(Dataset entries)

-------

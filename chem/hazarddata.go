package chem

import (
	"embed"
	"encoding/csv"
	"strconv"
	"strings"
	"sync"
)

//go:embed data/ghs_statements.csv data/ghs_classes.csv data/ghs_mixture_rules.csv
//go:embed data/incompatibility.csv data/incompatibility_more.csv data/incompatibility_codes.csv data/substance_groups.csv
//go:embed data/waste_rules.csv data/regulated_precursors.csv data/substance_hazards.csv
var hazardFiles embed.FS

// hazardRows reads one embedded hazard table as rows by column name. It panics
// if the table is broken, which a test would have shown.
func hazardRows(name string) []map[string]string {
	f, err := hazardFiles.Open("data/" + name)
	if err != nil {
		panic("chem: " + err.Error())
	}
	defer f.Close()
	records, err := csv.NewReader(f).ReadAll()
	if err != nil {
		panic("chem: " + name + ": " + err.Error())
	}
	rows := make([]map[string]string, 0, len(records)-1)
	for _, rec := range records[1:] {
		row := make(map[string]string, len(rec))
		for i, column := range records[0] {
			row[column] = rec[i]
		}
		rows = append(rows, row)
	}
	return rows
}

// substanceKey reduces a name to its letters and digits, so that "1-Pentanol",
// "1-pentanol" and the row identity "1-pentanol" are one.
func substanceKey(name string) string {
	return strings.Map(func(r rune) rune {
		if r >= 'a' && r <= 'z' || r >= '0' && r <= '9' {
			return r
		}
		return -1
	}, strings.ToLower(name))
}

// mixtureRule is a row of the table of mixture rules. Limits are in per cent
// where the row says so.
type mixtureRule struct {
	id, kind, ingredient, result, condition string
	low, high                               float64
	hasHigh                                 bool
	source                                  string
}

var mixtureRules = sync.OnceValue(func() []mixtureRule {
	var rules []mixtureRule
	for _, row := range hazardRows("ghs_mixture_rules.csv") {
		r := mixtureRule{id: row["rule_id"], kind: row["rule_type"], ingredient: row["ingredient_category"],
			result: row["result_category"], condition: row["condition"], source: row["source"]}
		r.low, _ = strconv.ParseFloat(row["lower_limit"], 64)
		high, err := strconv.ParseFloat(row["upper_limit"], 64)
		r.high, r.hasHigh = high, err == nil
		rules = append(rules, r)
	}
	return rules
})

var mixtureRuleByID = sync.OnceValue(func() map[string]mixtureRule {
	byID := map[string]mixtureRule{}
	for _, r := range mixtureRules() {
		byID[r.id] = r
	}
	return byID
})

// ruleLimit returns the lower limit of a rule. It panics if there is no such
// rule, which is a programmer's mistake.
func ruleLimit(id string) float64 {
	r, ok := mixtureRuleByID()[id]
	if !ok || r.low == 0 {
		panic("chem: no mixture rule with a limit " + id)
	}
	return r.low
}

-------

## Problem statement
Exactly the lines from the one containing "in per cent" through the end of the records above are to be printed, and no others.

## Response to the exercise
// mixtureRule is a row of the table of mixture rules. Limits are in per cent
// where the row says so.
type mixtureRule struct {
	id, kind, ingredient, result, condition string
	low, high                               float64
	hasHigh                                 bool
	source                                  string
}

var mixtureRules = sync.OnceValue(func() []mixtureRule {
	var rules []mixtureRule
	for _, row := range hazardRows("ghs_mixture_rules.csv") {
		r := mixtureRule{id: row["rule_id"], kind: row["rule_type"], ingredient: row["ingredient_category"],
			result: row["result_category"], condition: row["condition"], source: row["source"]}
		r.low, _ = strconv.ParseFloat(row["lower_limit"], 64)
		high, err := strconv.ParseFloat(row["upper_limit"], 64)
		r.high, r.hasHigh = high, err == nil
		rules = append(rules, r)
	}
	return rules
})

var mixtureRuleByID = sync.OnceValue(func() map[string]mixtureRule {
	byID := map[string]mixtureRule{}
	for _, r := range mixtureRules() {
		byID[r.id] = r
	}
	return byID
})

// ruleLimit returns the lower limit of a rule. It panics if there is no such
// rule, which is a programmer's mistake.
func ruleLimit(id string) float64 {
	r, ok := mixtureRuleByID()[id]
	if !ok || r.low == 0 {
		panic("chem: no mixture rule with a limit " + id)
	}
	return r.low
}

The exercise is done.